“我只想你开心。”宋琪重复了一遍,又捏了一个茶叶蛋。
    “……吃不掉了。”江尧弹了一下他剥蛋的手。
    宋琪笑笑,把第三个茶叶蛋放回去。
    “宋琪。”吃完第二个蛋,江尧喊了宋琪一声。
    “嗯。”宋琪答应他。
    “我怎么那么喜欢你呢。”江尧说。
    “谁不让你喜欢我了。”宋琪笑着说。
    “哎你这人,”江尧把筷子往桌上一放,“一点儿情趣也没有。
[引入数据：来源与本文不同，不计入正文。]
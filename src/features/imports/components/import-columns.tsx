import { useTranslation } from "react-i18next";
import type { TFunction } from "i18next";
import { IMPORT_COLUMNS, type ColumnSpec, type ImportKind } from "@shared/api/imports";
import { plainNumber } from "@/features/users/components/form-messages";
import { count } from "@/lib/format";

function range(c: ColumnSpec): string {
  const u = c.unit ? ` ${c.unit}` : "";
  if (c.min !== undefined && c.max !== undefined) return `${count(c.min)} – ${count(c.max)}${u}`;
  if (c.min !== undefined) return `≥ ${plainNumber(c.min)}${u}`;
  if (c.max !== undefined) return `≤ ${plainNumber(c.max)}${u}`;
  return c.unit ?? "";
}

/**
 * The chemistry columns share one line: same type, unit and bounds, one per element. A column's
 * description in the language shown (its English from the shared list while a catalogue lacks it).
 */
type Row = { keys: string[]; spec: ColumnSpec; description: string };
function rows(kind: ImportKind, t: TFunction): Row[] {
  const out: Row[] = [];
  for (const c of IMPORT_COLUMNS[kind]) {
    const last = out[out.length - 1];
    const chem = c.key.endsWith("_pct");
    if (chem && last && last.keys[0]!.endsWith("_pct") && last.spec.min === c.min && last.spec.max === c.max && last.spec.required === c.required) {
      last.keys.push(c.key);
      continue;
    }
    out.push({
      keys: [c.key],
      spec: c,
      description: chem ? t("imports.columns.chemistry") : t(`imports.columns.descriptions.${kind}.${c.key}`, { defaultValue: c.description }),
    });
  }
  return out;
}

/** The columns of a file kind, from the same list the server validates with. */
export function ImportColumns({ kind }: { kind: ImportKind }) {
  const { t } = useTranslation("admin");
  return (
    <ul className="divide-y divide-ink-100 text-sm" data-testid="import-columns">
      {rows(kind, t).map((r) => (
        <li key={r.keys[0]} className="py-2">
          <div className="flex flex-wrap items-baseline gap-x-2 gap-y-1">
            {r.keys.map((k) => (
              <code key={k} className="rounded bg-ink-50 px-1 font-mono text-[13px] font-semibold">
                {k}
              </code>
            ))}
            {r.spec.required ? <span className="text-xs font-semibold text-ember-700">{t("imports.columns.required")}</span> : null}
            <span className="text-xs text-ink-600">
              {t(`imports.columns.types.${r.spec.type}`)}
              {range(r.spec) ? `, ${range(r.spec)}` : ""}
              {r.keys.length > 1 ? t("imports.columns.each") : ""}
            </span>
          </div>
          <p className="mt-0.5 text-xs text-ink-700">{r.description}</p>
        </li>
      ))}
    </ul>
  );
}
”
    “那你还喜欢?”宋琪反问他。
    “我自己挑的,你管我呢?”江尧用话把他顶回去。
    过了会儿,江尧在桌子底下踢踢宋琪的小腿,又喊他:“宋琪。”
    “嗯。”宋琪继续答应他。
    “你去当我们辅导员得了,比顾北杨说话让人愿意听多了。”江尧说。
    宋琪看着他,两人都忍不住笑起来。
    “神经病。”宋琪夹了一下江尧的鼻子。
    三磕巴还是像以前一样,脑袋顶上支着天线,闻着江尧的味儿就抻着脖子在店门口迎接,磕磕巴巴地冲江尧挥手:“大,大,大……大哥!”
    “怎么磕巴得更严重了?”江尧发愁地问。
    “我,我,我,我激,激动!”三磕巴不好意思地挠挠头,“嘿嘿”傻笑,“感觉好,好久没,没,没见。见着你了!”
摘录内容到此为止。